Getting Started With systemd on Debian Jessie - jhh
https://medium.com/p/e024758ca63d

======
VLM
Minor bug in the otherwise pretty good article:

Don't start by editing the file permanently. If the worst happens (typo,
whatever) you're either not going to boot or have a somewhat rough time of it.
So the first thing you do is boot, in grub hit "e" to edit the boot, find the
kernel line and the "quiet" parameter (most likely) then edit/add the init
line as seen in the article. Then boot. Did it work? Cool, think about making
it permanent. If it crash down in flames? Well, no problem, that edit wasn't
permanent, just reboot and its all good.
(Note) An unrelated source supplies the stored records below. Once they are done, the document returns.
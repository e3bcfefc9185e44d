"""A result beside its reference: extremes, differences, pictures in one colour range, and a picture of the difference."""

from __future__ import annotations

import tempfile
from collections.abc import Sequence
from dataclasses import replace
from pathlib import Path

from unturn.errors import UsageError
from unturn.measures import MEASURES
from unturn.picture_keys import PictureRequest
from unturn.pictures._measure import LOCATIONS, spoken, wanted
from unturn.pictures._range import automatic
from unturn.pictures._subject import Subject
from unturn.pictures._values import values_with
from unturn.pictures._window import usable_window
from unturn.pictures.draw import draw_subject
from unturn.pictures.drawing import Drawn, draw_one, ranged, shared_ends
from unturn.pictures.plan import Plan
from unturn.report.content import Extreme, Shown, Versus, extremes_of
from unturn.report.drawing import shown
from unturn.report.side import Side
from unturn.verdicts.compare import Compared, CompareOptions, compare_states
from unturn.verdicts.finding import Report
from unturn.verdicts.tolerances import Tolerances, read_tolerances

NEW, OLD = "This result", "Reference"


def compare_with(side: Side, base: Side, plan: Plan, tolerances: Path | None) -> Versus:
    """Return the comparison of a result with its reference.

    Parameters
    ----------
    side, base
        The result and the reference.
    plan
        Its pictures, and which of them are shown side by side.
    tolerances
        Without them differences are told, and not judged.

    Raises
    ------
    UsageError
        A picture of something that the reference does not have, tolerances that do not fit, or a zero step.
    """
    if plan.zero_step is not None:
        raise UsageError(
            f"{plan.path}: a reference is compared from the undeformed state: leave out reference, or zero_step."
        )
    asked = plan.report.side_by_side or (plan.pictures[0].name,)
    requests = [p for p in plan.pictures if p.name in asked]
    stated = Tolerances() if tolerances is None else read_tolerances(tolerances)
    measures = tuple(side.computed.fields.arrays)
    strain = replace(
        side.options, at="mean" if side.options.at == "mean" else "centroid", measures=measures, base="small"
    )
    moved = side.summary.fields.model.displacement.name
    arrays = () if tolerances is not None else tuple(name.strip() for name in moved.split(","))
    wanted_too = CompareOptions(stated, arrays, measures=True, strain=strain)
    compared = compare_states(side.result, base.result, wanted_too)
    return Versus(
        base.result.path,
        _pairs(side, base),
        Report("compare", compared.findings, notes=compared.notes),
        tolerances is not None,
        tuple(_pictures(side, base, requests, compared)),
    )


def _pairs(side: Side, base: Side) -> tuple[tuple[Extreme, Extreme | None], ...]:
    """Return the extremes of the result, each with that of the reference."""
    old = {(e.region, e.array, e.which): e for e in extremes_of(base.summary)}
    return tuple((e, old.get((e.region, e.array, e.which))) for e in extremes_of(side.summary))


def _pictures(side: Side, base: Side, requests: Sequence[PictureRequest], compared: Compared) -> list[Shown]:
    """Return each picture of the result and of the reference in one colour range, and that of the difference."""
    usable_window()
    steps = [side.step(requests), base.step(requests)]
    found = []
    with tempfile.TemporaryDirectory() as folder:
        for k, (request, range_) in enumerate(zip(requests, shared_ends(steps, requests))):
            place = Path(folder)
            ends = replace(range_, words=range_.words.replace("of all steps", "of both results"))
            with request.told_where():
                subject = steps[0].subject(request)
                new = Drawn(request, subject, draw_one(subject, request, ends, place / f"{k}-new.png", NEW))
                same = replace(request, factor=new.drawing.factor)
                subject = steps[1].subject(same)
                camera, target = new.drawing.camera, place / f"{k}-old.png"
                old = draw_subject(subject, same, ranged(subject, same, ends), target, camera, OLD)
            found += [
                shown(new, f"{request.name}-this", NEW),
                shown(Drawn(same, subject, old), f"{request.name}-reference", OLD),
            ]
            difference = _difference(side, base, same, compared)
            if difference is not None:
                target = place / f"{k}-difference.png"
                asked = replace(same, title="", colours="two-sided", arrows="none", range=request.range)
                even = ranged(difference, asked, automatic(difference.values.numbers).symmetric())
                drawn = Drawn(asked, difference, draw_subject(difference, asked, even, target, camera))
                found.append(shown(drawn, f"{request.name}-difference"))
    return found


def _difference(side: Side, base: Side, request: PictureRequest, compared: Compared) -> Subject | None:
    """Return the difference of a measure at cells on the mesh of the reference; None where there is none."""
    what = wanted(request.measure, side.result, side.options, "centroid")
    held = compared.differences.cell_data.get(f"{what.array}_difference")
    if what.kind != "measure" or held is None or what.array not in base.computed.fields.arrays:
        return None
    labels = base.computed.fields.components.get(what.array, ())
    numbers = held if held.ndim == 1 else held[:, labels.index(what.component)]
    name = f"difference in {spoken(what.array)} {what.component}".rstrip()
    values = values_with(numbers, f"{name}\n{NEW.lower()} less the {OLD.lower()}", _unit(what.array))
    at_cells = replace(request, at="centroid", arrows="none")
    location = LOCATIONS["mean" if side.options.at == "mean" else "centroid"]
    return replace(base.step([at_cells]).subject(at_cells), values=values, location=location)


def _unit(array: str) -> str:
    return MEASURES[array].unit if array in MEASURES else "1"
When/if you make it permanent, if you
make a typo, you can edit to boot and fix it using the same "hit E to edit"
technique you just used to test, so no fear.
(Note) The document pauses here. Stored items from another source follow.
@pytest.mark.practice("a failed step names itself, the others go on when asked to, and the exit status tells")
@pytest.mark.parametrize(
    ("kind", "arguments"),
    [("nan", ["--remove-rigid", "whole"]), ("missing", []), ("nan", ["--remove-rigid", "bodies"])],
)
def test_the_others_go_on_when_a_step_fails(tmp_path: Path, kind: str, arguments: list[str]) -> None:
    path = write_series(tmp_path / "run.pvd", list(broken(kind)))
    out, data = tmp_path / "out.pvd", tmp_path / "out.json"
    asked = [
        "strain",
        str(path),
        "--step",
        "all",
        "-o",
        str(out),
        "--json",
        str(data),
        "--displacement",
        "u",
        *arguments,
    ]
    asked += ["--solve", "nonlinear", "--measures", "equivalent_strain,equivalent_strain_increment_hencky"]
    status, said = run(asked)
    assert status in (2, 3)
    assert "at step 2 (t = 0.75)" in said
    assert not out.exists()
    status, said = run([*asked, "--keep-going"])
    assert status in (2, 3), said
    assert "FAILED, left out: step 2: " in said
    assert "unturn: 1 step failed" in said
    assert "changes are those since the last one before it" in said
    found = json.loads(data.read_text())
    assert [s["step"]["index"] for s in found["results"]] == [0, 1, 3]
    (failure,) = found["failed"]
    assert failure["file"] == str(path)
    assert failure["step"] == {"index": 2, "value": 0.75}
    assert failure["error"]
    opened = unturn.io.open_result(out)
    assert opened.steps == (0.0, 0.5, 2.0)
    if not arguments:
        last = opened.read(2).cell_data["equivalent_strain_increment_hencky"]
        np.testing.assert_allclose(last, equivalent(logarithm(TIMES[1], TIMES[3])), rtol=1e-9)
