class TestCutter:
    @pytest.mark.derived("rings counted one by one on a regular grid")
    def test_rings(self) -> None:
        mesh = block(ELEMENTS["hexahedron"], 9)
        model = computed_of(mesh.result(u=0 * mesh.points)).fields.model
        middle = mesh.points[mesh.cells].mean(axis=1)
        start = int(np.abs(middle - 0.5).sum(axis=1).argmin())
        far = np.round(9 * np.abs(middle - middle[start]).max(axis=1))
        for rings in range(5):
            np.testing.assert_array_equal(
                Cutter(model).around(np.array([start]), rings), np.flatnonzero(far <= rings)
            )

    @pytest.mark.derived("the cells of a cut have the gradient that they have in the whole")
    def test_a_cut_is_a_model(self) -> None:
        computed = computed_of(with_parts("tetra10", 4), measures=["displacement_gradient"])
        model = computed.fields.model
        cutter = Cutter(model)
        cells = cutter.around(np.array([3, 200]), 1)
        part = cutter.cut(cells)
        np.testing.assert_array_equal(part.cells, cells)
        np.testing.assert_array_equal(part.model.points, model.points[part.points])
        from unturn.fields import compute_fields

        found = compute_fields(part.model, ["displacement_gradient"]).arrays["displacement_gradient"]
        np.testing.assert_allclose(
            found, computed.fields.arrays["displacement_gradient"][cells], rtol=1e-12, atol=1e-18
        )

    def test_a_large_part_is_the_whole(self, monkeypatch: pytest.MonkeyPatch) -> None:
        # Source: by construction.
        mesh = block(ELEMENTS["hexahedron"], 5)
        model = computed_of(mesh.result(u=0 * mesh.points)).fields.model
        monkeypatch.setattr(cutout, "_WHOLE", 0.3)
        assert len(Cutter(model).around(np.array([0]), 2)) == 27
        assert len(Cutter(model).around(np.array([62]), 2)) == 125
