@pytest.mark.derived("ten steps of 50 degrees, a whole turn among them: the vector goes on to 500 degrees")
@pytest.mark.parametrize("axis", [(0, 0, 1), (0, 0, -1), (0.36, -0.48, 0.8)])
@pytest.mark.parametrize("step", [50.0, 90.0, 60.0, -50.0])
def test_unwrapping(axis: Any, step: float) -> None:
    mesh = body("hexahedron")
    n = np.asarray(axis, dtype=float)
    previous: tuple[RigidMotion, ...] = ()
    options = StrainOptions(remove_rigid="whole")
    for k in range(11):
        u = mesh.points @ axis_angle(n, np.radians(step * k)).T
        computed = compute(mesh.result(u=u), options, previous=previous)
        previous = tuple(r.motion for r in computed.removals)
        np.testing.assert_allclose(previous[0].rotation, np.radians(step * k) * n, atol=1e-12)
        assert previous[0].residual < 1e-14
        assert np.abs(computed.fields.arrays["strain"]).max() < 1e-13


def test_unwrapping_from_rest_and_through_whole_turns() -> None:
    z = np.array([0, 0, 1.0])
    np.testing.assert_allclose(unwrapped(0.3 * z, np.zeros(3)), 0.3 * z)
    np.testing.assert_allclose(unwrapped(0.0 * z, 6.2 * z), 2 * np.pi * z)
    np.testing.assert_allclose(unwrapped(-0.1 * z, 6.2 * z), (2 * np.pi - 0.1) * z)
    np.testing.assert_allclose(unwrapped(0.1 * z, -6.2 * z), (0.1 - 2 * np.pi) * z)
    np.testing.assert_allclose(unwrapped(np.pi * z, -3.1 * z), -np.pi * z)


@pytest.mark.derived(
    "theta of a linear result has no whole turns: 4 rad stays 4 rad, and after it 0.1 rad stays 0.1"
)
def test_a_linear_series_is_not_unwrapped() -> None:
    mesh = body("hexahedron")
    options = StrainOptions(remove_rigid="whole", solve="linear")
    previous: tuple[RigidMotion, ...] = ()
    for size in (4.0, 0.1, 7.0):
        computed = compute(mesh.result(u=np.cross([0, 0, size], mesh.points)), options, previous=previous)
        previous = tuple(r.motion for r in computed.removals)
        np.testing.assert_allclose(previous[0].rotation, [0, 0, size], atol=1e-12)


LEVER = Path(__file__).parents[1] / "sample_meshes" / "lever.xdmf"


@pytest.mark.derived("the sample's shaft makes a quarter turn about z in six equal steps; the hub follows it")
def test_the_lever_series(tmp_path: Path) -> None:
    target = tmp_path / "lever.xdmf"
    status, said = run(
        ["strain", str(LEVER), "-o", str(target), "--step", "all", "--solve", "nonlinear", "--remove-rigid", "part=2",
         "--rigid-to", "whole"]
    )  # fmt: skip
    assert status == 0, said
    assert "rigid motion taken out of whole (as fitted over part=2)" in said
    assert "where it was taken out, strain is in the axes of the undeformed part" in said
    for k in range(7):
        found = io.read(target, k)
        np.testing.assert_allclose(
            np.degrees(found.field_data["rigid_rotation"]), [[0, 0, 15.0 * k]], atol=0.6
        )
        assert found.field_data["rigid_center"].shape == found.field_data["rigid_translation"].shape == (1, 3)


@pytest.mark.parametrize("suffix", [".vtu", ".vtk", ".xdmf", ".vtkhdf"])
def test_the_motion_is_stored_and_read_back(tmp_path: Path, suffix: str) -> None:
    result = two_turned()
    out = strain(result, solve="nonlinear", remove_rigid="bodies", prefix="r_")
    io.write(out, tmp_path / f"out{suffix}")
    found = io.read(tmp_path / f"out{suffix}").field_data
    for name in ("r_rigid_translation", "r_rigid_rotation", "r_rigid_center"):
        np.testing.assert_array_equal(found[name], out.field_data[name])
    # what is stored takes the motion out: x = c + t + R (X - c)
    X = result.points[: len(result.points) // 2]
    c, t, theta = (found[f"r_rigid_{n}"][0] for n in ("center", "translation", "rotation"))
    left = X + result.point_data["u"][: len(X)] - (c + t + (X - c) @ (np.eye(3) + turn_of(theta)).T)
    assert np.abs(left).max() < 2e-3  # the strain of SMALL alone


def test_removal_changes_no_array_of_the_file() -> None:
    result = two_turned()
    before = result.point_data["u"].copy()
    out = strain(result, solve="nonlinear", remove_rigid="bodies")
    np.testing.assert_array_equal(out.point_data["u"], before)
    np.testing.assert_array_equal(out.points, result.points)


@pytest.mark.derived("taken out far from the origin: digits are lost to storage alone")
def test_removal_far_from_the_origin() -> None:
    mesh = body("hexahedron")
    points = np.round(mesh.points * 2**20) / 2**20 + np.array([5e5, -5e5, 2.5e5])
    u = (points - points[0]) @ axis_angle(OBLIQUE, 1.0).T
    result = Result(points, (CellBlock("hexahedron", mesh.cells, np.arange(7)),), {"u": u})
    out = strain(result, measures=["strain"], solve="nonlinear", remove_rigid="whole")
    assert np.abs(out.cell_data["strain"]).max() < 1e-14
I made the change permanent on Jan 6th on my work desktop and its been pretty
boring indeed since then. Just works. I'm not personally very happy with the
design, but so far it hasn't bit me.

Its possible to put some significant effort in and permanently remove sysvinit
but its easier just to install both in parallel and simply boot into systemd.
As far as I could find as of a month ago there was no problem having both
sysvinit and systemd installed simultaneously and select at boot time. Someone
with more time on hands/motivation could make an entirely new grub stanza to
simply select from the grub menu if you want sysvinit or systemd.

Its a good article other than that minor "test before making permanent" thing.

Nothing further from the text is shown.